Debt Collective Accuses John Oliver Of Stealing The Idea To Forgive $15 Million In Medical Debt

News & Culture Writer
06.07.16 12 Comments

Remember when John Oliver and Last Week Tonight purchased $15 million in medical debt owed by 9,000 strangers for around $60,000 and forgave it all? Yeah, that was less than two days ago, and already some corners of the internet have come out against HBO’s heavily televised and massively viral display of good will toward others. The first round of naysayers pointed to the debt’s value when purchased by Oliver’s legitimate debt-collection agency, which was more than $14 million less than what the segment advertised when comparing the show’s giveaway to Oprah Winfrey. The second, and most poignant batch of criticism is much harsher, because new claims suggest that Oliver and his team stole the idea from an activist group after consulting with them for research.

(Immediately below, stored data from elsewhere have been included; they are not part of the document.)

describe('sign-up', () => {
  it('creates the workshop with its own defaults and no prices, the owner unconfirmed, and mails a link that works once', async () => {
    const input = form({ units: 'imperial', country: 'US', currency: 'USD', taxLabel: 'Sales tax', taxPct: 7.25, pricesIncludeTax: false });
    const before = services.mail!.messages.length;
    const res = await post('/api/signup', { ...input, email: `  ${input.email.toUpperCase()} ` });
    expect(res.status, res.text).toBe(201);
    expect(res.body.email).toBe(input.email);
    const token = await linkSentTo(input.email, before);

    const workshopId = await lookupWorkshop(sequelize, 'email', input.email);
    expect(workshopId).not.toBeNull();
    await runAsWorkshop(workshopId, async () => {
      const count = async (sql: string) => Number(((await sequelize.query(sql, { type: 'SELECT' as never })) as unknown as { n: string }[])[0]!.n);
      expect(await count('SELECT count(*) AS n FROM species')).toBe(DEFAULT_SPECIES.length);
      expect(await count('SELECT count(*) AS n FROM finishing_systems')).toBe(DEFAULT_SYSTEMS.length);
      expect(await count('SELECT count(*) AS n FROM materials')).toBe(DEMO_MATERIALS.length);
      expect(await count('SELECT count(*) AS n FROM material_packs')).toBe(DEMO_MATERIALS.reduce((n, m) => n + m.packs.length, 0));
      // Packs without prices: the only price rows are the zero "no price yet" ones, never the demo's.
      expect(await count('SELECT count(*) AS n FROM pack_prices WHERE price <> 0')).toBe(0);
      expect(await count(`SELECT count(*) AS n FROM material_packs WHERE supplier <> ''`)).toBe(0);
      expect(await count('SELECT count(*) AS n FROM labour_rates WHERE per_hour <> 0')).toBe(0);
      expect(await count('SELECT count(*) AS n FROM labour_rates')).toBeGreaterThan(0);
      expect(await count('SELECT count(*) AS n FROM customers')).toBe(0);
      expect(await count('SELECT count(*) AS n FROM users WHERE email_confirmed_at IS NULL')).toBe(1);
      // The message is in the new workshop's outbox, without a working link once sent.
      await expect.poll(async () => count(`SELECT count(*) AS n FROM outbox WHERE status = 'sent'`)).toBe(1);
      const [stored] = (await sequelize.query('SELECT to_address, subject, text_body, html_body FROM outbox', { type: 'SELECT' as never })) as unknown as { to_address: string; subject: string; text_body: string; html_body: string }[];
      expect(stored!.to_address).toBe(input.email);
      expect(stored!.subject).toMatch(/confirm/i);
      expect(stored!.text_body + stored!.html_body).not.toContain(token);
    });

    // Not confirmed yet: the right password is refused with a message that says what to do.
    const tryLogin = async (password: string) => {
      const s = await anonymous(app);
      return s.agent.post('/api/auth/login').set('x-csrf-token', s.csrf).send({ email: input.email, password });
    };
    const early = await tryLogin(PASSWORD);
    expect(early.status).toBe(403);
    expect(early.body).toMatchObject({ code: 'email_unconfirmed' });
    expect(early.body.detail).toMatch(/confirm/i);
    // A wrong password says nothing about confirmation.
    const wrong = await tryLogin('not the password at all');
    expect(wrong.status).toBe(401);

    const confirmed = await post('/api/signup/confirm', { token });
    expect(confirmed.status, confirmed.text).toBe(200);
    expect(confirmed.body).toEqual({ email: input.email });
    // Once only.
    const again = await post('/api/signup/confirm', { token });
    expect(again.status).toBe(409);
    expect(again.body).toMatchObject({ code: 'confirmation_link_used', field: 'token' });

    const session = await signIn(app, input.email, PASSWORD);
    const me = await session.agent.get('/api/auth/me').expect(200);
    expect(me.body.user).toMatchObject({ role: 'owner', name: input.ownerName });
    const settings = await session.agent.get('/api/settings').expect(200);
    expect(settings.body).toMatchObject({ name: input.workshopName, email: input.email });
    expect(settings.body.settings).toMatchObject({
      units: 'imperial',
      defaultLengthUnit: 'in',
      country: 'US',
      paperSize: 'Letter',
      pricesIncludeTax: false,
      pricing: { currency: 'USD', taxLabel: 'Sales tax', taxPct: 7.25 },
    });
  });

  it('keeps the new workshop and the demo workshop apart both ways', async () => {
    const { session } = await signedUpOwner();
    const customers = await session.agent.get('/api/customers').expect(200);
    expect(customers.body.rows).toEqual([]);
    const estimates = await session.agent.get('/api/estimates').expect(200);
    expect(estimates.body.rows).toEqual([]);
    const users = await session.agent.get('/api/users').expect(200);
    expect(users.body.rows).toHaveLength(1);

    const name = `Perrimont Harrow ${tag()}`;
    await session.agent.post('/api/customers').set('x-csrf-token', session.csrf).send({ name }).expect(201);
    const demo = await signInAs(app, 'owner');
    const demoSees = await demo.agent.get('/api/customers').query({ q: name }).expect(200);
    expect(demoSees.body.rows).toEqual([]);
    const demoCustomer = (await demo.agent.get('/api/customers').expect(200)).body.rows[0];
    expect(demoCustomer).toBeTruthy();
    const newSees = await session.agent.get('/api/customers').query({ q: demoCustomer.name }).expect(200);
    expect(newSees.body.rows).toEqual([]);
    await session.agent.get(`/api/customers/${demoCustomer.id}`).expect(404);
  });

  it('counts a user the owner adds as confirmed', async () => {
    const { session } = await signedUpOwner();
    const email = `bench-${tag()}@hollowmere.example`;
    await session.agent.post('/api/users').set('x-csrf-token', session.csrf).send({ email, name: 'Bram Tillery', role: 'estimator', password: PASSWORD }).expect(201);
    await signIn(app, email, PASSWORD);
  });

  it('refuses a made-up, a malformed and an expired link; a new link can be asked for and works', async () => {
    const input = form();
    const before = services.mail!.messages.length;
    await post('/api/signup', input).expect(201);
    await linkSentTo(input.email, before);

    const forged = await post('/api/signup/confirm', { token: randomBytes(32).toString('base64url') });
    expect(forged.status).toBe(404);
    expect(forged.body).toMatchObject({ code: 'confirmation_link_unknown', field: 'token' });
    const malformed = await post('/api/signup/confirm', { token: 'short' });
    expect(malformed.status).toBe(400);
    expect(malformed.body.field).toBe('token');

    const workshopId = await lookupWorkshop(sequelize, 'email', input.email);
    await runAsWorkshop(workshopId, () => sequelize.query(`UPDATE email_confirmations SET expires_at = now() - interval '1 minute'`));
    const token = tokenFrom(services.mail!.messages.filter((m) => m.to.includes(input.email)).at(-1)!.raw);
    const expired = await post('/api/signup/confirm', { token });
    expect(expired.status).toBe(410);
    expect(expired.body).toMatchObject({ code: 'confirmation_link_expired' });
    await expect(signIn(app, input.email, PASSWORD)).rejects.toThrow(/403/);

    // Resend answers the same for an address with no account, a confirmed one and this one; only this one gets mail.
    const mark = services.mail!.messages.length;
    const unknown = await post('/api/signup/resend', { email: `nobody-${tag()}@hollowmere.example` });
    const confirmedOne = await post('/api/signup/resend', { email: demoEmail('owner') });
    const waiting = await post('/api/signup/resend', { email: input.email });
    expect(waiting.status).toBe(202);
    expect(unknown.status).toBe(202);
    expect(confirmedOne.status).toBe(202);
    const fresh = await linkSentTo(input.email, mark);
    expect(fresh).not.toBe(token);
    expect(services.mail!.messages.slice(mark).filter((m) => !m.to.includes(input.email))).toEqual([]);
    await post('/api/signup/confirm', { token: fresh }).expect(200);
    await signIn(app, input.email, PASSWORD);
  });

  it('names the field in every refusal of the form', async () => {
    const cases: [Partial<Record<keyof SignupInput, unknown>>, string][] = [
      [{ email: 'not an address' }, 'email'],
      [{ password: 'short' }, 'password'],
      [{ password: 'é'.repeat(40) }, 'password'],
      [{ workshopName: '   ' }, 'workshopName'],
      [{ ownerName: '' }, 'ownerName'],
      [{ country: 'XX' }, 'country'],
      [{ currency: 'ZZZ' }, 'currency'],
      [{ taxPct: 150 }, 'taxPct'],
      [{ taxPct: '20' }, 'taxPct'],
      [{ taxLabel: '' }, 'taxLabel'],
      [{ units: 'cubits' }, 'units'],
      [{ pricesIncludeTax: 'yes' }, 'pricesIncludeTax'],
      [{ timeZone: 'Mars/Olympus' }, 'timeZone'],
    ];
    for (const [change, field] of cases) {
      const res = await post('/api/signup', { ...form(), ...change });
      expect(res.status, `${field}: ${res.text}`).toBe(400);
      expect(res.body.field).toBe(field);
      expect(res.body.detail).toBeTruthy();
    }
    const empty = await post('/api/signup', {});
    expect(empty.status).toBe(400);
    expect(empty.body.errors.map((e: { field: string }) => e.field)).toEqual(expect.arrayContaining(['workshopName', 'country', 'currency', 'email', 'password', 'ownerName']));
  });

  it('refuses an address that already has an account anywhere, naming the field and nothing of the other workshop', async () => {
    const res = await post('/api/signup', form({ email: demoEmail('estimator').toUpperCase() }));
    expect(res.status).toBe(409);
    expect(res.body).toMatchObject({ code: 'email_taken', field: 'email' });
    const { rows } = await owner.query<{ name: string }>('SELECT name FROM workshops ORDER BY id LIMIT 1');
    expect(res.text).not.toContain(rows[0]!.name);
  });

  it('makes exactly one account and one workshop from parallel sign-ups with the same address', async () => {
    const email = `rush-${tag()}@hollowmere.example`;
    const name = `Rushbrook Finishers ${tag()}`;
    const answers = await Promise.all(Array.from({ length: 8 }, () => post('/api/signup', form({ email, workshopName: name }))));
    const statuses = answers.map((a) => a.status).sort();
    expect(statuses.filter((s) => s === 201)).toHaveLength(1);
    expect(statuses.filter((s) => s !== 201).every((s) => s === 409)).toBe(true);
    const users = await owner.query('SELECT id FROM users WHERE lower(email) = $1', [email]);
    expect(users.rowCount).toBe(1);
    const workshops = await owner.query('SELECT id FROM workshops WHERE name = $1', [name]);
    expect(workshops.rowCount).toBe(1);
    // The losers left no half-made workshop: no species or materials without a workshop row behind them.
    const orphans = await owner.query('SELECT count(*)::int AS n FROM species s WHERE NOT EXISTS (SELECT 1 FROM workshops w WHERE w.id = s.workshop_id)');
    expect(orphans.rows[0].n).toBe(0);
  });
});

Let’s begin with the latter, as its allegations are far more disconcerting than the former’s emphasis on nitpicking the numbers. According to Debt Collective, a “membership organization that leverages” debtors’ needs and numbers via “a shared platform for organization, advocacy, and direct action,” Last Week Tonight‘s senior news researcher Charles Wilson contacted them to discuss their Rolling Jubilee project. Calling itself a “bailout of the people by the people,” Rolling Jubilee launched in 2012 to “liberate debtors at random” by buying debt “for pennies on the dollar” and forgiving it. To date, they’ve raised $701,317 to buy and forgive almost $32 million in debt.

Wilson, Debt Collective alleges in a blog post, said the show “was interested in reproducing” Rolling Jubilee’s efforts. They spent hours discussing the project, both how it came to be and the results, and due to Last Week Tonight‘s past coverage of pressing social issues and light activism, the organization was “under the impression they were interested in highlighting” their activist bent. Instead, Last Week Tonight “did not want to associate themselves with the work of the Rolling Jubilee due to its roots in Occupy Wall Street.”